Arts Institute honors campus arts excellence
A string teacher, a furniture designer, a choreographer and a mixed-media artist have received awards from the Arts Institute this year. The winners are:
Janet Jensen, associate professor of string pedagogy, Joyce J. and Gerald A. Bartell Award for the Arts
This award recognizes faculty and staff in the creative arts for their outreach, public service and community activities. From K-12 students around Wisconsin to adult learners, Jensen has shown her dedication to lifelong music education through her national leadership as director of the National String Workshop, Orchestral Conducting Seminar and String Instrument Repair Clinics, in which more than 1,000 teachers and performers take part every summer. In 2000, the Wisconsin American String Teachers elected her to a six-year term as president. Jensen has been on the UW–Madison music faculty for 12 years. Her award carries a $16,000 grant.

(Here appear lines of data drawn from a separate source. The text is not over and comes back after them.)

//! The report content shared by the markup formats (Markdown, LaTeX, HTML).
//!
//! [`document`] lays out one assessment as a sequence of headings, paragraphs, tables and
//! lists — the same content for every format — and a [`Markup`] implementation renders each
//! block in its own syntax. Cells say what they hold ([`Cell::Num`], [`Cell::Percent`], …) so
//! that each format can typeset numbers its own way (`\num{…}` in LaTeX). Every number shown
//! is a figure the assessment holds, rounded for display by [`super::format`].

use super::format::{
    class_label, condensed, governing_extrapolated, governing_label, governing_order, num, orders,
    percent, places, point_class_label, points_of, sig, with_uncertainty,
};
use super::table::{breakdown_rule, statement, symbol};
use crate::assess::sweep::{BandResult, BreakdownResult, SweepResult};
use crate::assess::{Assessment, Method, QuantityResult};
use crate::point_warnings::PointWarning;

/// How wide the tables may be.
#[derive(Debug, Clone, Copy, PartialEq, Eq)]
pub enum Layout {
    /// Every column (Markdown, HTML: the page scrolls or wraps).
    Wide,
    /// Tables narrow enough for one column of a two-column paper (LaTeX): fewer columns,
    /// long tables turned into rows, the classes and methods left to the text above them.
    Column,
}

/// Rows of the condensed band table (about this many, always with the last point).
pub const BAND_ROWS: usize = 16;

/// A piece of running text.
#[derive(Debug, Clone, PartialEq)]
pub enum Span {
    /// Plain text (escaped by the format).
    Text(String),
    /// An identifier, set in a code font (warning codes, file names).
    Code(String),
    /// Emphasised text.
    Strong(String),
}

/// Splits text on backticks: the parts between backticks become [`Span::Code`].
/// Warning messages name meshes and keys this way.
pub fn spans(text: &str) -> Vec<Span> {
    text.split('`')
        .enumerate()
        .filter(|(_, s)| !s.is_empty())
        .map(|(i, s)| {
            if i % 2 == 1 {
                Span::Code(s.to_string())
            } else {
                Span::Text(s.to_string())
            }
        })
        .collect()
}

/// One table cell.
#[derive(Debug, Clone, PartialEq)]
pub enum Cell {
    /// Text.
    Text(String),
    /// A number already rounded for display (as produced by [`super::format`]).
    Num(String),
    /// A fraction shown as a percentage.
    Percent(f64),
    /// A figure that does not exist.
    Missing,
}

impl Cell {
    /// Text cell.
    pub fn text(s: impl Into<String>) -> Self {
        Cell::Text(s.into())
    }
    /// Number cell, or [`Cell::Missing`] for `None`.
    pub fn num(v: Option<String>) -> Self {
        v.map_or(Cell::Missing, Cell::Num)
    }
    /// Percentage cell, or [`Cell::Missing`] for `None`.
    pub fn percent(v: Option<f64>) -> Self {
        v.map_or(Cell::Missing, Cell::Percent)
    }
}

/// Column alignment.
#[derive(Debug, Clone, Copy, PartialEq, Eq)]
pub enum Align {
    /// Text columns.
    Left,
    /// Number columns.
    Right,
}

/// A table: a caption, headed columns and rows of cells.
#[derive(Debug, Clone, PartialEq)]
pub struct TableBlock {
    /// What the table shows.
    pub caption: String,
    /// Column headings.
    pub headers: Vec<String>,
    /// Alignment per column.
    pub align: Vec<Align>,
    /// Rows; each has one cell per column.
    pub rows: Vec<Vec<Cell>>,
}

impl TableBlock {
    fn new(caption: impl Into<String>, columns: &[(&str, Align)]) -> Self {
        TableBlock {
            caption: caption.into(),
            headers: columns.iter().map(|(h, _)| h.to_string()).collect(),
            align: columns.iter().map(|(_, a)| *a).collect(),
            rows: Vec::new(),
        }
    }
}

/// One block of the report.
#[derive(Debug, Clone, PartialEq)]
pub enum Block {
    /// A heading, level 1 (title) to 3.
    Heading(u8, String),
    /// A paragraph of running text.
    Paragraph(Vec<Span>),
    /// A table.
    Table(TableBlock),
    /// A bulleted list.
    List(Vec<Vec<Span>>),
    /// The caution, set apart.
    Caution(String),
    /// The drafted uncertainty statement, set apart as text to copy.
    Statement(String),
    /// A figure (HTML sets the SVG inline, Markdown links the file; LaTeX leaves it out).
    Figure(Figure),
}

/// A figure of the report.
#[derive(Debug, Clone, PartialEq)]
pub struct Figure {
    /// What the figure shows.
    pub title: String,
    /// The SVG text (from [`super::plot`]).
    pub svg: String,
    /// The file the SVG is written to, relative to the report, when it is written to one.
    pub file: Option<String>,
}

impl Figure {
    /// A figure held only as SVG text (no file).
    pub fn inline(title: impl Into<String>, svg: impl Into<String>) -> Self {
        Figure {
            title: title.into(),
            svg: svg.into(),
            file: None,
        }
    }
}

/// A markup syntax: renders each block. Implementations escape the text they are given.
pub trait Markup {
    /// Text before the first block.
    fn begin(&self, _title: &str) -> String {
        String::new()
    }
    /// Text after the last block.
    fn end(&self) -> String {
        String::new()
    }
    /// A heading.
    fn heading(&self, level: u8, text: &str) -> String;
    /// A paragraph.
    fn paragraph(&self, spans: &[Span]) -> String;
    /// A table.
    fn table(&self, t: &TableBlock) -> String;
    /// A bulleted list.
    fn list(&self, items: &[Vec<Span>]) -> String;
    /// The caution.
    fn caution(&self, text: &str) -> String;
    /// The drafted statement; by default a paragraph.
    fn statement(&self, text: &str) -> String {
        self.paragraph(&[Span::Text(text.to_string())])
    }
    /// A figure; formats that can neither embed nor link it leave it out.
    fn figure(&self, _figure: &Figure) -> String {
        String::new()
    }
}
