def test_sign_decides_and_combined_answer():
    R = sp.Symbol("R", positive=True)
    matter_runtime.kappa = 8 * sp.pi
    assert matter_runtime.sign_decides(M**2 / R**4, True)
    assert matter_runtime.sign_decides(-M**2 / (8 * sp.pi * R**4), False)
    assert not matter_runtime.sign_decides(M - R, True)
    assert not matter_runtime.sign_decides(M**2 / r**4, False)  # r only real: r = 0 is allowed
    assert matter_runtime.combined_answer([True, True]) is True
    assert matter_runtime.combined_answer([True, None]) is None
    assert matter_runtime.combined_answer([None, False]) is False


def test_ansatz_helpers_find_the_unknowns_and_the_factors_that_cannot_vanish():
    # -A dt^2 + B dr^2 + r^2 dOmega^2: A and B divide the determinant, so neither can vanish on a solution;
    # an exponential never vanishes (common practice)
    A, B = sp.Function("A")(r), sp.Function("B")(r)
    names = ["t", "r", "theta", "phi"]
    set_coordinates(core, names, [t, r, theta, phi])
    fill_from_matrix(core, names, [t, r, theta, phi], sp.diag(-A, B, r**2, r**2 * sp.sin(theta)**2))
    ansatz_runtime.ansatz_unknowns = [A, B]
    ansatz_runtime.metric_determinant = -A * B * r**4 * sp.sin(theta)**2
    ansatz_runtime.index_names = names
    assert ansatz_runtime.involves_unknowns(A.diff(r) + r)
    assert not ansatz_runtime.involves_unknowns(r**2 + M)
    assert ansatz_runtime.cannot_vanish(A) and ansatz_runtime.cannot_vanish(B)
    assert ansatz_runtime.cannot_vanish(sp.exp(A))
    assert not ansatz_runtime.cannot_vanish(A.diff(r))


def test_metric_from_line_element_halves_cross_terms():
    # ds^2 = -du dv gives g_uv = g_vu = -1/2 (README, "Line element rules"; common practice), and
    # -(dt + w dx)^2 + dx^2 gives g_tx = -w, g_xx = 1 - w^2.
    u, v, x, w = sp.symbols("u v x w", real=True)
    du, dv, dt, dx = sp.symbols("du dv dt dx")
    set_coordinates(core, ["u", "v"], [u, v])
    assert core.metric_from_line_element(-du * dv, [du, dv]) == sp.Matrix([[0, -sp.Rational(1, 2)],
                                                                            [-sp.Rational(1, 2), 0]])
    set_coordinates(core, ["t", "x"], [t, x])
    g = core.metric_from_line_element(-(dt + w * dx)**2 + dx**2, [dt, dx])
    assert g == sp.Matrix([[-1, -w], [-w, 1 - w**2]])
    with pytest.raises(AssertionError, match="not quadratic"):
        core.metric_from_line_element(dt**2 + dt, [dt, dx])


def test_invariants_from_scratch_of_schwarzschild_and_de_sitter_static_patch():
    # Schwarzschild: R_ij = 0 and K = 48 M^2/r^6; the static patch of de Sitter, f = 1 - r^2/L^2:
    # R_ij = (3/L^2) g_ij, R = 12/L^2, K = 24/L^4 (Carroll sec. 5.2 and 8.2, from memory).
    names = ["t", "r", "theta", "phi"]
    symbols = [t, r, theta, phi]
    set_coordinates(ansatz_runtime, names, symbols)
    L = sp.Symbol("L", positive=True)
    for f, ricci_factor, scalar, kretschmann in ((1 - 2 * M / r, 0, 0, 48 * M**2 / r**6),
                                                 (1 - r**2 / L**2, 3 / L**2, 12 / L**2, 24 / L**4)):
        g = sp.diag(-f, 1 / f, r**2, r**2 * sp.sin(theta)**2)
        ricci, R, K = ansatz_runtime.invariants_from_scratch(g)
        assert sp.simplify(ricci - ricci_factor * g) == sp.zeros(4, 4)
        assert sp.simplify(R - scalar) == 0 and sp.simplify(K - kretschmann) == 0


def test_riemann_group_is_a_derivative_or_a_sum_of_christoffel_products(sphere):
    # On the sphere of radius rho: Gamma^theta_phiphi = -sin cos, Gamma^phi_thetaphi = cot (common practice);
    # R^theta_phithetaphi = d_theta Gamma^theta_phiphi - Gamma^theta_phiphi Gamma^phi_thetaphi = sin^2
    for a, b, c in core.every_index(3):
        value = core.christoffel_from_metric(a, b, c)
        if value != 0:
            core.christoffel[a, b, c] = value
    derivative = core.riemann_group(derivative=("theta", "theta", "phi", "phi"))
    products = core.riemann_group(products=[(("theta", "phi", "phi"), ("phi", "theta", "phi"))])
    assert core.vanishes(derivative - (sp.sin(theta)**2 - sp.cos(theta)**2))
    assert core.vanishes(products + sp.cos(theta)**2)
    assert core.vanishes(derivative - products - sp.sin(theta)**2)


def _fill_curvature_from_scratch(names, symbols, g):
    """metric, inverse_metric, christoffel and ricci tables and the scalar curvature, computed here with plain
    sympy (Carroll, Spacetime and Geometry, sec. 3.2-3.6, from memory)."""
    set_coordinates(core, names, symbols)
    fill_from_matrix(core, names, symbols, g)
    n = len(names)
    for a, b, c in core.every_index(3):
        value = core.christoffel_from_metric(a, b, c)
        if not core.vanishes(value):
            core.christoffel[a, b, c] = value
    for key in core.every_index(4):
        core.riemann[key] = core.riemann_from_christoffel(*key)
    for key in core.every_index(2):
        value = core.ricci_from_riemann(*key)
        if not core.vanishes(value):
            core.ricci[key] = value
    core.scalar_curvature = core.scalar_from_ricci()
    assert n == 3


def test_cotton_from_ricci_vanishes_on_r_times_s2_and_not_on_nil():
    # R x S^2 is conformally flat (dt^2 + dOmega^2 = (dr^2 + r^2 dOmega^2)/r^2 with r = e^t; common practice),
    # so its Cotton tensor vanishes (Eisenhart, Riemannian Geometry, sec. 28, from memory).
    names = ["t", "theta", "phi"]
    _fill_curvature_from_scratch(names, [t, theta, phi], sp.diag(1, 1, sp.sin(theta)**2))
    assert core.cotton_index_sets() == [(a, b, c) for a in names for b, c in
                                        (("t", "theta"), ("t", "phi"), ("theta", "phi"))]
    assert all(core.vanishes(core.cotton_from_ricci(*key)) for key in core.every_index(3))
    # Nil, dx^2 + dy^2 + (dz - x dy)^2, is not conformally flat (from memory); C_abc is antisymmetric in b, c,
    # trace-free g^ab C_abc = 0 and its cyclic sum C_abc + C_bca + C_cab vanishes (common practice).
    x, y, z = sp.symbols("x y z", real=True)
    names = ["x", "y", "z"]
    _fill_curvature_from_scratch(names, [x, y, z], sp.Matrix([[1, 0, 0], [0, 1 + x**2, -x], [0, -x, 1]]))
    C = {key: core.cotton_from_ricci(*key) for key in core.every_index(3)}
    assert any(not core.vanishes(value) for value in C.values())
    for a, b, c in core.every_index(3):
        assert core.vanishes(C[a, b, c] + C[a, c, b])
        assert core.vanishes(C[a, b, c] + C[b, c, a] + C[c, a, b])
    for c in names:
        assert core.vanishes(sum(core.component(core.inverse_metric, a, b) * C[a, b, c]
                                 for a in names for b in names))
    table = {}
    core.fill_cotton(table, {("x", "y", "z"): C["x", "y", "z"]})
    assert table == {("x", "y", "z"): C["x", "y", "z"], ("x", "z", "y"): -C["x", "y", "z"]}


def test_runtime_helpers_refuse_text_instead_of_parsing_it():
    # values reach the helpers as sympy objects stepper printed as code; a string is never parsed
    with pytest.raises(sp.SympifyError):
        core.expression("__import__('os')")
    with pytest.raises(sp.SympifyError):
        core.component({("t",): "1 + 1"}, "t")
    with pytest.raises(sp.SympifyError):
        core.vanishes("x - x")
    assert core.expression(2) == sp.Integer(2)


def _flat(module, names, symbols, g):
    """Set the coordinates and the metric tables in core and in ``module`` (a runtime module that star-imports core)."""
    set_coordinates(core, names, symbols)
    set_coordinates(module, names, symbols)
    fill_from_matrix(core, names, symbols, g)
    core.christoffel.clear()


def test_matter_model_helpers_in_flat_spacetime():
    from stepper.runtime import models as models_runtime
    x, y, z = sp.symbols("x y z", real=True)
    names, symbols = ["t", "x", "y", "z"], [t, x, y, z]
    _flat(models_runtime, names, symbols, sp.diag(-1, 1, 1, 1))
    density, pressure = sp.Function("rho")(t, x), sp.Function("p")(t, x)
    fluid = {"kind": "perfect fluid", "density": density, "pressure": pressure, "time": "t"}
    T = lambda a, b: models_runtime.model_stress_energy_from_declaration(fluid, a, b)
    # a fluid at rest in flat spacetime: T_ab = diag(rho, p, p, p) (common practice)
    assert [T(a, a) for a in names] == [density, pressure, pressure, pressure]
    assert T("t", "x") == 0
    models_runtime.model_stress_energy.clear()
    models_runtime.model_stress_energy.update({(a, a): T(a, a) for a in names})
    # d_a T^a_b: -d_t rho for b = t and d_x p for b = x (common practice: continuity and Euler at rest)
    assert core.vanishes(models_runtime.model_divergence("t") + sp.diff(density, t))
    assert core.vanishes(models_runtime.model_divergence("x") - sp.diff(pressure, x))
    # a uniform electric field E along x from A_t = -E x: energy density E^2/(8 pi), a tension -E^2/(8 pi)
    # along the field and a pressure +E^2/(8 pi) across it (Gaussian units; from memory)
    E = sp.Symbol("E", positive=True)
    field = {"kind": "electromagnetic field", "vector_potential": {"t": -E * x}}
    em = lambda a, b: sp.simplify(models_runtime.model_stress_energy_from_declaration(field, a, b))
    assert [em(a, a) for a in names] == [E**2 / (8 * sp.pi), -E**2 / (8 * sp.pi), E**2 / (8 * sp.pi),
                                         E**2 / (8 * sp.pi)]
    # a homogeneous scalar field: T_tt = phi'^2/2 + V, T_xx = phi'^2/2 - V (from memory)
    f = sp.Function("f")(t)
    V = f**2 / 2
    scalar = {"kind": "scalar field", "field": f, "potential": V}
    S = lambda a, b: models_runtime.model_stress_energy_from_declaration(scalar, a, b)
    assert core.vanishes(S("t", "t") - (f.diff(t)**2 / 2 + V))
    assert core.vanishes(S("x", "x") - (f.diff(t)**2 / 2 - V))


def test_matter_model_solved_check_refuses_a_wrong_form():
    from stepper.runtime import models as models_runtime
    x, y, z = sp.symbols("x y z", real=True)
    a = sp.Function("a")(t)
    names, symbols = ["t", "x", "y", "z"], [t, x, y, z]
    g = sp.diag(-1, a**2, a**2, a**2)
    _flat(models_runtime, names, symbols, g)
    for i, e in enumerate(names):  # Christoffel symbols of the flat FLRW metric, computed here
        for j, b in enumerate(names):
            for k, c in enumerate(names):
                value = core.christoffel_from_metric(e, b, c)
                if value != 0:
                    core.christoffel[e, b, c] = value
    density = sp.Function("rho")(t)
    dust = {"kind": "dust", "density": density, "time": "t"}
    models_runtime.model_stress_energy.clear()
    models_runtime.model_stress_energy["t", "t"] = models_runtime.model_stress_energy_from_declaration(dust, "t", "t")
    # dust: rho' = -3 (a'/a) rho (Carroll, Spacetime and Geometry, sec. 8.3)
    right = -3 * a.diff(t) / a * density
    equation = {"name": "continuity", "lhs": density.diff(t), "rhs": right, "source": "conservation",
                "component": ("t",), "replace": [(density.diff(t), right)]}
    models_runtime.check_model_solved("model/solved", [equation], [])
    wrong = dict(equation, rhs=-2 * a.diff(t) / a * density, replace=[(density.diff(t), -2 * a.diff(t) / a * density)])
    with pytest.raises(AssertionError):
        models_runtime.check_model_solved("model/solved", [wrong], [])


# ---------------------------------------------------------------------------
# The Weyl scalars and the algebraic type (stepper/runtime/petrov.py)
# ---------------------------------------------------------------------------

from stepper.runtime import petrov as petrov_runtime  # noqa: E402


def _petrov_answers(psi):
    """(O, N, D, III, II) questions answered from the runtime's elements: True when every element vanishes."""
    R = petrov_runtime
    invariant_i, invariant_j = R.weyl_invariants(psi)
    hessian = R.hessian_of_quartic(psi)

    def named(name):
        return R.petrov_elements(psi, invariant_i, invariant_j, hessian, name)
    minors = [f"h{i} f{j} - h{j} f{i}" for i in range(5) for j in range(i + 1, 5)]
    questions = ([f"Psi{k}" for k in range(5)], [f"h{k}" for k in range(5)], minors, ["I", "J"], ["I^3 - 27 J^2"])
    return [all(not named(name) for name in names) for names in questions]


@pytest.mark.parametrize("roots, expected", [
    ([1, 2, -3, sp.I], "I"), ([0, 0, 1, 2 + sp.I], "II"), ([1, 1, None, None], "D"), ([sp.I, sp.I, 3, 3], "D"),
    ([2, 2, 2, -1], "III"), ([None, None, None, 5], "III"), ([1 - sp.I] * 4, "N"), ([None] * 4, "N"), ([], "O"),
])
def test_petrov_type_follows_the_multiplicities_of_the_roots_of_the_quartic(roots, expected):
    # Source: Stephani et al., Exact Solutions (2nd ed.), sec. 4.2: the type is read from the multiplicities of
    # the roots of Psi0 + 4 Psi1 z + 6 Psi2 z^2 + 4 Psi3 z^3 + Psi4 z^4 (None: a root at infinity, where the
    # degree drops): {1,1,1,1} I, {2,1,1} II, {2,2} D, {3,1} III, {4} N, Weyl tensor zero O.
    R = petrov_runtime
    set_coordinates(R, ["t", "r", "theta", "phi"], [t, r, theta, phi])
    R.tetrad_order, R.tetrad_squares, R.tetrad_perfect_squares = [], {}, []
    R.use_petrov_field([])
    x, y = sp.symbols("x y")
    f = sp.Integer(0) if not roots else sp.Mul(*((y if z is None else x - z * y) for z in roots)) * (3 - 2 * sp.I)
    poly = sp.Poly(sp.expand(f), x, y)
    psi = {}
    for k in range(5):
        value = sp.expand(poly.coeff_monomial(x**k * y**(4 - k)) / sp.binomial(4, k))
        psi[f"Psi{k}"] = R.reduce_roots({(0, 0): R.field_into(sp.re(value)), (0, 1): R.field_into(sp.im(value))})
    assert R.petrov_type(_petrov_answers(psi)) == expected
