def output_options(formats_text: str | None, anchor_prefix: str | None, templates_folder: str | Path | None,
                   out_dir: Path) -> tuple[list[str], list[Path]]:
    """The checked output options (as for --formats, --anchor-prefix, --templates) and output folder."""
    formats = _formats(formats_text)
    from .exporters import valid_anchor_prefix
    if anchor_prefix is not None and not valid_anchor_prefix(anchor_prefix):
        raise InputError("--anchor-prefix may hold only letters, digits, '-', '.' and ':' (at most 64)")
    check_output_folder(out_dir)
    templates = [Path(templates_folder)] if templates_folder else []
    if templates and not templates[0].is_dir():
        raise InputError(f"template folder {templates[0]} does not exist")
    return formats, templates


def _derive_and_export(args: argparse.Namespace, metric, out_dir: Path, formats: list[str],
                       templates: list[Path], title: str = "", claims=None) -> int:
    if args.jobs is not None and args.jobs < 1:
        raise InputError("--jobs must be at least 1")
    jobs = args.jobs if args.jobs is not None else default_jobs()
    try:
        derivation = derive(metric, progress=args.progress, curvature_invariants=not args.skip_invariants,
                            jobs=jobs)
    except (TimeLimitReached, KeyboardInterrupt) as stop:
        if getattr(stop, "partial", None) is None or claims is not None:
            raise
        write_partial(args, stop, out_dir, formats, templates)
        raise
    status = 0
    if claims is not None:
        from .audit import audit, record_audit
        args.progress("checking the claims", 0, 1)
        verdicts, earliest = audit(derivation, claims)
        derivation = record_audit(derivation, title, verdicts, earliest)
        if not derivation.results["audit"]["all_agree"]:
            status = 1
    return _export_and_write(args, derivation, out_dir, formats, templates, status)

Tom Loeser, professor of art, Arts Institute Creative Arts Award
Loeser has achieved international acclaim for his experiments in fusing furniture form and function in unique and original ways. His work has been featured in exhibitions around the world. The Smithsonian Institution, the Boston Museum of Fine Arts, the Brooklyn Museum, the Mint Museum of Craft and Design, the Cooper-Hewitt Museum and the Yale University Gallery have Loeser’s pieces in their permanent collections. Most recently, he is exhibiting at the Wisconsin Academy of Sciences, Arts and Letters. He has been a member of the UW–Madison art faculty for 13 years. The award, funded by the Bassett and Evjue foundations, provides a $30,000 grant.
Jin-Wen Yu, associate professor of dance, Emily Mead Baldwin-Bascom Professorship in the Creative Arts
Yu has created, performed, directed and produced more than 50 works, including 24 commissioned pieces. Currently chair of the UW–Madison Dance Program, he founded Madison-based Jin-Wen Yu Dance in 1999. During the last five years, the company has performed in New York, Philadelphia, Chicago, San Francisco and Los Angeles. Yu has received the Wisconsin Arts Board Choreographer Award, the first Madison CitiARTS Commission Signature Grant, the Ira and Ineva Reilly Baldwin Wisconsin Idea Endowment, and Outstanding Dance Artist Award from his native Taiwan. He has been on the UW–Madison dance faculty since 1997. The professorship provides $16,000.
Megan Lotts, master of fine arts student, Department of Art, David and Edith Sinaiko Frank Fellowship for a Woman in the Arts
Lotts uses drawing, painting, digital imaging and more to create mixed-media collage. She says she seeks to bridge the gaps among artist, gallery and community; to that end, she created a mural for a pool in her hometown of Mattoon, Ill. The fellowship provides $1,500.
In addition, the Arts Institute recognized campus arts faculty who have received other awards this year. They are poet Amy Quan Barry, assistant professor of English, and metal worker Lisa Grahlik, assistant professor of art, Vilas Associates, administered by the Vilas Trustees; Sonya Y. Clark, associate professor of environment, textiles and design and an artist who uses traditional African forms, Romnes Fellowship through the Wisconsin Alumni Research Foundation; and Beverly Gordon, professor of environment, textiles and design specializing in materials culture scholarship, Kellett Mid-Career Award administered through the Wisconsin Alumni Research Foundation.